- Assignment: Reproduce verbatim only the lines from the one containing "its pass plan." through the last line below, both included.

◆ ◆ ◆ ◆ ◆ ◆ ◆

"""The command line: one function a command, each in a file of its own group."""

from importlib.metadata import version
from typing import Annotated, Any

import typer
from typer.core import TyperGroup

from trunnion.cli.angles import angles
from trunnion.cli.check import check
from trunnion.cli.control import recover, reset, resume, status, stop, stow
from trunnion.cli.correct import correct
from trunnion.cli.demo import demo
from trunnion.cli.errors import told_plainly
from trunnion.cli.init import init
from trunnion.cli.output import print_text
from trunnion.cli.passes import passes
from trunnion.cli.records import records_app
from trunnion.cli.rehearse import rehearse
from trunnion.cli.run import run
from trunnion.cli.schema import schema
from trunnion.cli.show import show
from trunnion.cli.tools import AS_TYPED, bench, commission, dialect
from trunnion.cli.torture import torture

_COMMANDS = (
    demo,
    init,
    show,
    schema,
    check,
    angles,
    passes,
    rehearse,
    torture,
    run,
    status,
    stop,
    reset,
    stow,
    resume,
    correct,
    recover,
)
_TOOLS = (bench, dialect, commission)


class _Commands(TyperGroup):
    """The commands, each of which tells its errors plainly."""

    def invoke(self, ctx: Any) -> Any:
        with told_plainly():
            return super().invoke(ctx)


def _print_version(wanted: bool) -> None:  # noqa: FBT001 - typer's own signature
    if wanted:
        print_text(f"trunnion {version('trunnion')}")
        raise typer.Exit


def _trunnion(
    *,
    _version: Annotated[
        bool,
        typer.Option(
            "--version", callback=_print_version, is_eager=True, help="Print the version."
        ),
    ] = False,
) -> None:
    """Keep a ground station's antenna on every contact of its pass plan.

    Moving machinery: a software stop never replaces a hardware emergency stop.
    """


def build_app() -> typer.Typer:
    """Return the command line with all its commands."""
    app = typer.Typer(
        cls=_Commands,
        no_args_is_help=True,
        add_completion=False,
        pretty_exceptions_enable=False,
    )
    app.callback()(_trunnion)
    for command in _COMMANDS:
        app.command()(command)
    for tool in _TOOLS:
        app.command(context_settings=AS_TYPED, add_help_option=False)(tool)
    app.add_typer(records_app(), name="records")
    return app


def main() -> None:
    """Run the command line; the exit code is 0 for done, 1 for failed or refused, 2 for misused."""
    build_app()(prog_name="trunnion")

◆ ◆ ◆ ◆ ◆ ◆ ◆

- Exercise result:
    """Keep a ground station's antenna on every contact of its pass plan.

    Moving machinery: a software stop never replaces a hardware emergency stop.
    """


def build_app() -> typer.Typer:
    """Return the command line with all its commands."""
    app = typer.Typer(
        cls=_Commands,
        no_args_is_help=True,
        add_completion=False,
        pretty_exceptions_enable=False,
    )
    app.callback()(_trunnion)
    for command in _COMMANDS:
        app.command()(command)
    for tool in _TOOLS:
        app.command(context_settings=AS_TYPED, add_help_option=False)(tool)
    app.add_typer(records_app(), name="records")
    return app


def main() -> None:
    """Run the command line; the exit code is 0 for done, 1 for failed or refused, 2 for misused."""
    build_app()(prog_name="trunnion")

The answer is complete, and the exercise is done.